Regina filed an application for registration of her title over two (2) parcels of land,
designated in the survey plans accompanying the application as Parcel 1 with an area
of 5,000 Square Meters and Parcel 2 with an area of 1,500 Square Meters. The
application was set for hearing. The application and notice of hearing, containing the
approved technical descriptions of the 2 parcels of land applied for, were published in
the Official Gazette. On the date of the initial hearing, the land registration court
issued an order of general default no one having appeared nor filed an opposition to
the application. In the course of the hearing of the evidence for Regina, a “mistake” in
the survey plan was discovered and the court issued an order authorizing the
amendment of the said plan and the corresponding technical descriptions.
Accordingly said plans were amended, the amendments resulted in an increase of .05
Square Meters in Parcel 1 and the exclusion of 500 Square Meters from Parcel 2. The
amended plans were duly approved by the Lands Management Bureau (LMB) but
were not published. Thereafter judgment was rendered confirming the title of Regina
to both parcels of land on the basis of the amended plans. Later on the decrees of
registration and the corresponding certificates of title were issued in the name of
Regina. After six (6) months however, Ana appeared and moved for the reopening of
the decree on grounds of fatal infirmity, the area covered by the parcels of land
adjudicated to Regina being different from those stated in the application and notice
as published in the Official Gazette. Decide with reasons.

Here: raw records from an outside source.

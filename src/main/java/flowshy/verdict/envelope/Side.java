package flowshy.verdict.envelope;

import java.util.List;

/**
 * One number that the envelope moves.
 *
 * @param key path of the number
 * @param values SI, at least one
 * @param words the same as a study writes them, same order
 * @param range whether only the first and the last are corners: the rest lies inside
 */
public record Side(String key, List<Double> values, List<String> words, boolean range) {
    /** @throws IllegalArgumentException if there are no values, or not a word for each */
    public Side {
        values = List.copyOf(values);
        words = List.copyOf(words);
        if (values.isEmpty() || values.size() != words.size()) {
            throw new IllegalArgumentException(key + ": " + values.size() + " values, " + words.size() + " words");
        }
    }

    boolean corner(int index) {
        return !range || index == 0 || index == values.size() - 1;
    }
}
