package flowshy.verdict.curve;

import flowshy.response.Device;
import flowshy.stream.StokesLayer;
import flowshy.verdict.Band;
import java.util.List;
import org.hipparchus.util.FastMath;

/**
 * Thickness of the viscous layer about a hair and over its wall, at three frequencies.
 *
 * @param all at the lower end of the band, in its middle on a logarithmic scale, at its upper end
 */
public record Layers(List<Layer> all) {
    /**
     * One layer.
     *
     * @param frequency [Hz]
     * @param thickness δ = √(2ν/ω) [m]
     */
    public record Layer(double frequency, double thickness) {}

    /** Copies the list. */
    public Layers {
        all = List.copyOf(all);
    }

    /**
     * The layers of a device.
     *
     * @param device gives the medium around the hair
     * @param band its ends and middle
     * @return thickest first
     */
    public static Layers of(Device device, Band band) {
        StokesLayer law = new StokesLayer(device.around().kinematicViscosity());
        return new Layers(List.of(band.from(), FastMath.sqrt(band.from() * band.to()), band.to()).stream()
                .map(frequency -> new Layer(frequency, law.thickness(2.0 * FastMath.PI * frequency)))
                .toList());
    }
}
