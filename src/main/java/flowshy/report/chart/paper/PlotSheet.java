package flowshy.report.chart.paper;

import java.awt.BasicStroke;
import java.awt.Color;
import java.awt.Graphics2D;
import java.awt.geom.Line2D;
import java.awt.geom.Rectangle2D;
import java.util.ArrayList;
import java.util.LinkedHashMap;
import java.util.List;
import java.util.Map;
import java.util.TreeSet;
import org.jfree.chart.ChartRenderingInfo;
import org.jfree.chart.JFreeChart;
import org.jfree.chart.axis.AxisSpace;
import org.jfree.chart.axis.ValueAxis;
import org.jfree.chart.plot.CombinedDomainXYPlot;
import org.jfree.chart.plot.PlotRenderingInfo;
import org.jfree.chart.plot.XYPlot;
import org.jfree.chart.ui.RectangleEdge;
import org.jfree.chart.ui.RectangleInsets;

Under the law, publication is one of the essential bases of the jurisdiction of the court
inland registration and cadastral cases, and additional territory cannot be included by
amend of the plan without new publication. Conversely, if the amendment does not
involve an addition but instead a reduction of the original area that was published, no
new publication is required.

Here, Ana’s contention will not prosper. Republication is not required in this case.

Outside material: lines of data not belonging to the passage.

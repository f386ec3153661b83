package flowshy.verdict.envelope;

import flowshy.medium.MediumQuery;
import flowshy.stream.cover.Cover;
import flowshy.verdict.design.DesignSpace;
import flowshy.verdict.lid.Candidate;

/** The device of a study in states that it must bear, under its own cover and in its own medium or in others. */
public interface StatesOfUse extends DesignSpace {
    /**
     * The same states under another cover: a fill of its own is closed in at the state where it was filled, which no state of the medium
     * outside moves; any other cover holds what is outside.
     *
     * @param candidate a cover of the study, or one sized for its hair
     * @return states of the device under it
     */
    StatesOfUse under(Candidate candidate);

    /**
     * The same states with a fluid in place of the medium outside. Under a closed cover it was filled in at the study's own state: a gas
     * keeps its density, a liquid its pressure. Otherwise it has temperature and pressure of each state, and the sources of flow are its
     * own, with the speeds that the study states.
     *
     * @param fluid at the study's own state
     * @param cover stands over the hair
     * @return states of the device in it; whatever the fluid does not bear makes no design
     */
    StatesOfUse filled(MediumQuery fluid, Cover cover);

    @Override
    StatesOfUse still();
}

The increase of 0.05 square meters in Parcel 1:
Under Section 19 of PD 1529 provides that amendments which consist in an increase
in area of land applied for shall be subject to the requirement of publication and
notice, this rule finds no application here.
In the case of Benin v. Tuason. There, the validity of a title was being challenged on
the ground that no notice or publication was made even with the introduction of an
amended plan, which plan reflected an increase in the area of the land applied for. The
Supreme Court in Benin held that the increase of 27.10 square meters is too minimal
to be of decisive consequence in the determination of the validity of the title.
Regarding the exclusion of 500 square meters in Parcel 2:
Republication is also not required.
In the case of Benin v. Tuason, it was held that if the amendment consists in the
exclusion of a portion of the area covered by the original application and the original
plan as previously published, a new publication is not necessary.
Considering that the amendment here consists in the exclusion of a portion of the area
covered by the original application, then a new publication is not required.